Short-Path Prompting in LLMs: Analyzing Reasoning Instability and Solutions for Robust Performance
Zuoli Tang, Junjie Ou, Kaiqin Hu, Chunwei Wu, Zhaoxin Huan, Chilin Fu, Xiaolu Zhang, Jun Zhou, Chenliang Li
TL;DR
The paper investigates how short-path prompts undermine reasoning in state-of-the-art LLMs due to conflicts with hidden chain-of-thought prompts. It introduces GSM8K-new and GSM8K-new-choice to rigorously evaluate reasoning under varied prompts and demonstrates that performance collapses for multi-step problems and exhibits strong positional bias in multiple-choice settings.
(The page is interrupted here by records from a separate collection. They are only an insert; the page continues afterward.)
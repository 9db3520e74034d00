//! Fuzz target `model_file`: see `themata::testbed::fuzz_checks::model_file`.
#![no_main]

use libfuzzer_sys::fuzz_target;

fuzz_target!(|bytes: &[u8]| themata_fuzz::fuzz_checks::model_file(bytes));
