"""Where is the reflection? Round-trip delay to distance, and back.

Three ways to place an event, all on plain SI floats:

* :func:`locate`: one cable of known velocity factor;
* :func:`locate_in_run`: a run of several cables in series
  (:class:`calc.run.RunSegment`), with the expected delay of every junction
  (:func:`run_junctions`);
* :func:`locate_two_ended`: one cable of known length, read from both ends,
  which needs no velocity at all.

Conventions used throughout (all delays are *round-trip*, as an instrument
shows them):

.. math::

    d = \\frac{v\\,t}{2}, \\qquad v = VF\\,c_0, \\qquad t = \\frac{2 d}{v}

* **Range.** ``vf_tolerance`` is relative: the cable's velocity factor lies in
  ``[VF (1 - tol), VF (1 + tol)]``, capped at 1 (nothing travels faster than
  light). Distance is proportional to VF for a fixed delay, so the range is
  ``[d (1 - tol), min(d (1 + tol), c0 t / 2)]``. In a run every segment is put
  at its low (then its high) VF together: the worst case, which is what a
  field user digging a hole wants to know.
* **Resolution.** Two events whose round-trip delays differ by less than the
  instrument's rise time ``t_r`` (10-90 %) merge into one edge on the trace,
  so the smallest spacing along the cable that still shows two events is
  ``v t_r / 2`` (the factor 1/2 because the delay is round-trip). This is the
  plain rule of thumb of reflectometry (common practice); a sharper trace or
  a careful reader may do a little better, never much.
* **Dead zone.** While the pulse of width ``t_pw`` is still being launched,
  the instrument cannot see its own echo, so anything nearer than
  ``v t_pw / 2`` is hidden (common practice). Real instruments add some
  recovery time; take the figure as the least dead zone, not the most.

Resolution and dead zone use the nominal velocity factor.
"""

from __future__ import annotations

import math
from collections.abc import Sequence
from dataclasses import dataclass

from calc.constants import C0_M_PER_S
from calc.errors import InputError, OutOfRunError
from calc.run import RunSegment
from calc.velocity import VF_MIN

# How close to the far end (relative to the run's total delay) still counts
# as "at the far end" when a reading is converted back and forth in floats.
_END_SLACK = 1e-9
# Relative slack for a velocity factor of exactly 1 computed in floats.
_ROUNDING = 1e-9


# ---------------------------------------------------------------- checks
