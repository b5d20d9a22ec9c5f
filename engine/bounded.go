package engine

import (
	"math"
	"slices"
)

// This file finds a margin under a largest-remainder method when some
// units have a minimum or a maximum (or when the Droop quota could leave
// more seats over than units with people): the passes that fix units at a
// bound, and so the units and seats of the pass that decides unit i's
// seats, change with its population. The changes are taken in stretches
// over which the passes provably stay what they are, and inside each
// stretch the seats of unit i come from counting claims in its final pass
// (claims.go).
//
// What the procedure decides in a pass depends on the population only
// through the whole parts, the quota and which remainders rank above
// which. While only unit i's population moves, the whole parts and the
// quota move monotonically, and with them fixed every remainder is linear
// in the population (the numerator p·S - f·T over the pass's total T, or
// p - f·Q under a fixed Droop quota). So if at both ends of a stretch the
// whole parts and the quota are the same and a set of remainders ranks
// above another, the smallest of the first set less the largest of the
// second is a concave function of the population, positive at both ends:
// the first set ranks above the second all along. Hence two runs of the
// procedure at the ends of a stretch prove it (certify):
//
//   - every pass has the same units, seats and whole parts at both ends;
//   - in every pass, either the same remainders lie above the cut value,
//     equal to it and below it at both ends (it is the same pass all
//     along), or no unit's remainder seat decides a bound: every unit
//     whose seat decides one (it needs the seat to reach its minimum, or is
//     at its maximum) ranks above every unit without a seat if it has one,
//     and below every unit with one if it has none, at both ends. A pass's remainder seats then change only among units they
//     decide nothing for: it fixes the same units at their bounds, and the
//     next pass has the same units and seats. Inside such a stretch unit
//     i's seats change only with its remainder seat in the last pass (a
//     unit that needs, or is at its maximum, has none to change), and are
//     counted.
//
// Under the Droop quota the quota may differ at the ends. It is a step
// function of the population, and every remainder is linear in the step
// and the population within it together; the bounds are checked at the
// corners of the few rectangles of the two that hold the populations
// between the ends, each a population that occurs, with its own quota
// (cornersHold). The check is exact: it fails only where some population
// in between decides differently.
//
// A stretch as long as it can be proven is found by galloping and
// bisection from a guess of its end: where a whole part is next due to
// change, or where a remainder that decides a bound next crosses one of
// another role (nextWhole, orderChange). The next stretch starts where the
// passes change, from the run that found the change.
//
// How many stretches: each but the last ends where the next change
// decides differently (the proof is exact), at a change of a whole part,
// of a pass's units or seats, or of the order of a remainder whose seat
// decides a bound against another. None of these depends on how far the
// search runs: under Hamilton, with unit i's population moving one way,
// every whole part moves one way, at most H times, and between two such
// moves the remainders are linear in the population, so each pair crosses
// at most once. Under the Droop quota the other units' whole parts move one
// way with the quota; unit i's whole part and remainder run a sawtooth,
// rising one person a person within a step of the quota and falling by the
// whole part f at a step (W = (seats+1) people apart), so they gain W - f
// people a step and cross any one value in at most f/(W-f) + 1 <= H + 1
// steps. The count is at most polynomial in H and the number of units,
// whatever the range; the loop below takes a stretch of at least one
// change each time round.

// boundedStretch finds the least change in [x, e] at which unit i's seats
// meet the wish of dir, over which the units taking part stay the same.
func (w *marginWorker) boundedStretch(i, a, dir int, x, e uint64) (uint64, bool) {
	meets := func(s int) bool { return s >= 0 && ((dir > 0 && s > a) || (dir < 0 && s < a)) }
	// failed is the least change at which a probe found the passes
	// different from lo's, its run kept in w.tr[2]; the next stretch
	// starts there, and takes the run instead of making it again.
	failed := uint64(0)
	for lo := x; lo <= e; {
		var s int
		if failed == lo && lo > x {
			w.tr[0], w.tr[2] = w.tr[2], w.tr[0]
			w.trPop[0], w.trSeats[0] = w.trPop[2], w.trSeats[2]
			s = w.trSeats[0]
		} else {
			s = w.traceAt(i, dir, lo, 0)
		}
		if meets(s) {
			return lo, true
		}
		if lo == e {
			return 0, false
		}
		// The longest stretch from lo the two runs prove, looked for from
		// where a whole part is next due to change.
		kind := certifyNone
		last := lo
		hi, found := leastWhere(lo+1, e, w.nextWhole(i, dir, lo), func(y uint64) bool {
			w.traceAt(i, dir, y, 1)
			k := w.certify(i)
			if k == certifyNone {
				// leastWhere's failing probes only fall: the last is
				// where the stretch ends.
				w.tr[1], w.tr[2] = w.tr[2], w.tr[1]
				w.trPop[2], w.trSeats[2] = w.trPop[1], w.trSeats[1]
				failed = y
				return true
			}
			last, kind = y, k
			return false
		})
		if !found {
			hi = e + 1
		}
		end := hi - 1 // the stretch [lo, end] is proven
		if last != end {
			w.traceAt(i, dir, end, 1)
			kind = w.certify(i)
		}
		if kind == certifyPasses && end > lo {
			if got, ok := w.finalSearch(i, a, dir, lo+1, end); ok {
				return got, true
			}
		}
		lo = end + 1
	}
	return 0, false
}

// nextWhole returns the least change after lo at which a whole part of a
// pass that unit i takes part in, as w.tr[0] records them at lo, is due to
// change, if the passes stayed as they are; lo+1 when it cannot tell. Only
// a guess where to look: no result depends on it.
func (w *marginWorker) nextWhole(i, dir int, lo uint64) uint64 {
	t := &w.tr[0]
	next := ^uint64(0)
	p := w.trPop[0]
	for k := 0; k < t.n; k++ {
		x := &t.passes[k]
		pos := slices.Index(x.units, i)
		if pos < 0 || x.seats == 0 {
			continue
		}
		var tot u128
		for _, u := range x.units {
			if u == i {
				tot, _ = tot.add64(p)
			} else {
				tot, _ = tot.add64(w.q.pops[u])
			}
		}
		switch {
		case w.pr.m == Droop:
			next = min(next, droopWholeChange(x, w.q.pops, pos, p, tot.float(), pow10(w.pr.places), dir))
			if len(x.place) > 0 {
				next = min(next, w.orderChange(x, pos, dir))
			}
		case tot.hi != 0:
			return lo + 1
		default:
			next = min(next, hareWholeChange(x, w.q.pops, pos, p, tot.lo, dir))
			if len(x.place) > 0 {
				next = min(next, w.orderChange(x, pos, dir))
			}
		}
	}
	if next == ^uint64(0) || next > ^uint64(0)-lo {
		return lo + 1
	}
	return lo + max(next, 1)
}

// droopWholeChange guesses after how many more people of change (dir) a
// whole part floor(p_u/Q) of the Droop pass x changes, unit i (at
// position pos) moving from population p, the pass's total from t. The
// quota is Q = (m+1)·sc with m = floor(T/W), W = (seats+1)·sc: it steps
// once every W people of the total. Another unit's whole part moves one
// way with the quota; unit i's runs a sawtooth, rising by one person a
// person within a step and falling by its whole part at a step, so it
// rises to f+1 within the first step whose last population reaches
// (f+1)·Q, and falls below f only at the step next to the population,
// taking people away, within the last step whose first population is below
// f·Q. A guess in floating point, for nextWhole: one result is exact or a
// few people off, which the search after it corrects.
func droopWholeChange(x *lrPassTrace, pops []uint64, pos int, p uint64, t float64, sc uint64, dir int) uint64 {
	w, q := float64(x.seats+1)*float64(sc), float64(sc)
	pf := float64(p)
	rest := t - pf
	m0 := math.Floor(t/w) + 1 // the quota at p is m0·sc
	first := func(m float64) float64 { return (m-1)*w - rest }
	last := func(m float64) float64 { return m*w - 1 - rest }
	best := math.Inf(1)
	at := func(y float64) { // unit i's population y, after the change
		if d := (y - pf) * float64(dir); d >= 1 && d < best {
			best = d
		}
	}
	f := float64(x.whole[pos])
	for j, u := range x.units {
		fu := float64(x.whole[j])
		pu := float64(pops[u])
		switch {
		case j == pos && dir > 0:
			// Rises to f+1 in the first step m >= m0 with last(m) >= (f+1)·m·sc.
			if den := w - (f+1)*q; den > 0 {
				m := max(m0, math.Ceil((rest+1)/den))
				at(max(pf, first(m), (f+1)*q*m))
			}
			// Falls below f at the next step if its first population does.
			if y := first(m0 + 1); y < f*q*(m0+1) {
				at(y)
			}
		case j == pos:
			// Falls below f in the last step m <= m0 whose first population
			// is below f·m·sc.
			if den := w - f*q; f > 0 && den > 0 {
				m := min(m0, math.Ceil((w+rest)/den)-1)
				if m >= 1 {
					at(min(pf, f*q*m-1, last(m)))
				}
			}
			// Rises to f+1 at the step before if its last population does.
			if y := last(m0 - 1); m0 > 1 && y >= (f+1)*q*(m0-1) {
				at(y)
			}
		case dir > 0:
			// Another's falls below fu once the quota passes pu/fu.
			if fu > 0 {
				at(first(math.Floor(pu/(fu*q)) + 1))
			}
		default:
			// Another's rises to fu+1 once the quota is at most pu/(fu+1).
			if m := math.Floor(pu / ((fu + 1) * q)); m >= 1 && m < m0 {
				at(last(m))
			}
		}
	}
	if best >= 1<<63 {
		return ^uint64(0)
	}
	return uint64(best)
}

// hareWholeChange returns after how many more people of change (dir) a
// whole part floor(p_u·S/T) of the Hamilton pass x changes, unit i (at
// position pos) moving from population p, and with it the total from t.
func hareWholeChange(x *lrPassTrace, pops []uint64, pos int, p, t uint64, dir int) uint64 {
	s := uint64(x.seats)
	best := ^uint64(0)
	for j, u := range x.units {
		f := uint64(x.whole[j])
		var d u128
		switch {
		case j == pos && dir > 0:
			// Unit i's rises to f+1 once (p+d)·S >= (f+1)·(t+d).
			if s <= f+1 {
				continue
			}
			num := mul128(f+1, t).sub(mul128(p, s))
			q, r := num.div64(s - f - 1)
			if d = q; r != 0 {
				d = q.plus(1)
			}
		case j == pos:
			// Unit i's falls below f once (p-d)·S < f·(t-d).
			if f == 0 || s <= f {
				continue
			}
			q, _ := mul128(p, s).sub(mul128(f, t)).div64(s - f)
			d = q.plus(1)
		case dir > 0:
			// Another's falls below f once t+d > p_u·S/f.
			if f == 0 {
				continue
			}
			q, _ := mul128(pops[u], s).div64(f)
			d = q.plus(1).sub(u128{0, t})
		default:
			// Another's rises to f+1 once t-d <= p_u·S/(f+1).
			q, _ := mul128(pops[u], s).div64(f + 1)
			d = u128{0, t}.sub(q)
		}
		if d.hi == 0 {
			best = min(best, d.lo)
		}
	}
	return best
}

// orderChange guesses after how many more people of change (dir) the pass
// x next ranks a unit whose remainder seat decides a bound on the other
// side of a unit of another role (where boundsHold would fail), unit i at
// position pos. With the whole parts fixed, every remainder is about
// linear in the change d. Under Hamilton its numerator over the pass's
// total is r_u + dir·d·c_u, where c_u = -f_u for another unit (the total
// grows by d) and S - f_i for unit i. Under the Droop quota the quota
// grows by about d/(S+1) people, so the remainder p_u - f_u·Q changes by
// dir·d·c_u/(S+1), where c_u = -f_u for another unit and S+1 - f_i for
// unit i. The guess pairs every unit with a seat with the strongest unit
// without one in each role, and every unit without a seat with the
// weakest with one, in floating point: a guess for nextWhole, which only
// tells the search where to look; the proof of each stretch is exact. It
// returns ^uint64(0) when no pair crosses.
func (w *marginWorker) orderChange(x *lrPassTrace, pos, dir int) uint64 {
	pr := w.pr
	w.roles = resize(w.roles, len(x.units))
	win, lose := [3]int{-1, -1, -1}, [3]int{-1, -1, -1}
	for j, u := range x.units {
		if x.place[j] == 3 {
			continue
		}
		g := pr.remainderRole(u, x.whole[j])
		w.roles[j] = g
		if x.win[j] {
			if k := win[g]; k < 0 || x.rems[j].cmp(x.rems[k]) <= 0 {
				win[g] = j
			}
		} else if k := lose[g]; k < 0 || x.rems[j].cmp(x.rems[k]) > 0 {
			lose[g] = j
		}
	}
	s, scale := float64(x.seats), 1.0
	if pr.m == Droop {
		s = float64(x.seats) + 1
		scale = s
	}
	slope := func(j int) float64 {
		if j == pos {
			return s - float64(x.whole[j])
		}
		return -float64(x.whole[j])
	}
	best := math.Inf(1)
	// cross notes where b, now below a, would rise to it.
	cross := func(a, b int) {
		if k := float64(dir) * (slope(b) - slope(a)); k > 0 {
			d := math.Max(1, math.Ceil((x.rems[a].float()-x.rems[b].float())*scale/k))
			best = math.Min(best, d)
		}
	}
	free := int8(seatFree)
	for j := range x.units {
		if x.place[j] == 3 {
			continue
		}
		g := w.roles[j]
		if x.win[j] {
			for gl, y := range lose {
				if y >= 0 && (g != free || int8(gl) != free) {
					cross(j, y)
				}
			}
		} else {
			for gw, a := range win {
				if a >= 0 && (g != free || int8(gw) != free) {
					cross(a, j)
				}
			}
		}
	}
	if best >= 1<<63 {
		return ^uint64(0)
	}
	return uint64(best)
}

// Kinds of stretch the two runs prove.
const (
	certifyNone   = iota // nothing: the passes may change inside
	certifySame          // the whole run, unit i's seats included
	certifyPasses        // the passes; unit i's remainder seat may change
)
To address these issues, two strategies are proposed: an instruction-guided method that resolves prompt conflicts via system prompts, and a rule-based filter fine-tuning (RFFT) approach that trains intrinsic resistance to short-path prompts. Experimental results across four reasoning benchmarks show that both methods substantially improve robustness and accuracy, with RFFT offering stronger resistance on MC tasks and preserving instruction-following capabilities. The work highlights the practical importance of designing prompts and training regimes that balance user instruction with reliable reasoning in LLMs.
Abstract
Recent years have witnessed significant progress in large language models' (LLMs) reasoning, which is largely due to the chain-of-thought (CoT) approaches, allowing models to generate intermediate reasoning steps before reaching the final answer. Building on these advances, state-of-the-art LLMs are instruction-tuned to provide long and detailed CoT pathways when responding to reasoning-related questions. However, human beings are naturally cognitive misers and will prompt language models to give rather short responses, thus raising a significant conflict with CoT reasoning. In this paper, we delve into how LLMs' reasoning performance changes when users provide short-path prompts. The results and analysis reveal that language models can reason effectively and robustly without explicit CoT prompts, while under short-path prompting, LLMs' reasoning ability drops significantly and becomes unstable, even on grade-school problems. To address this issue, we propose two approaches: an instruction-guided approach and a fine-tuning approach, both designed to effectively manage the conflict. Experimental results show that both methods achieve high accuracy, providing insights into the trade-off between instruction adherence and reasoning accuracy in current models.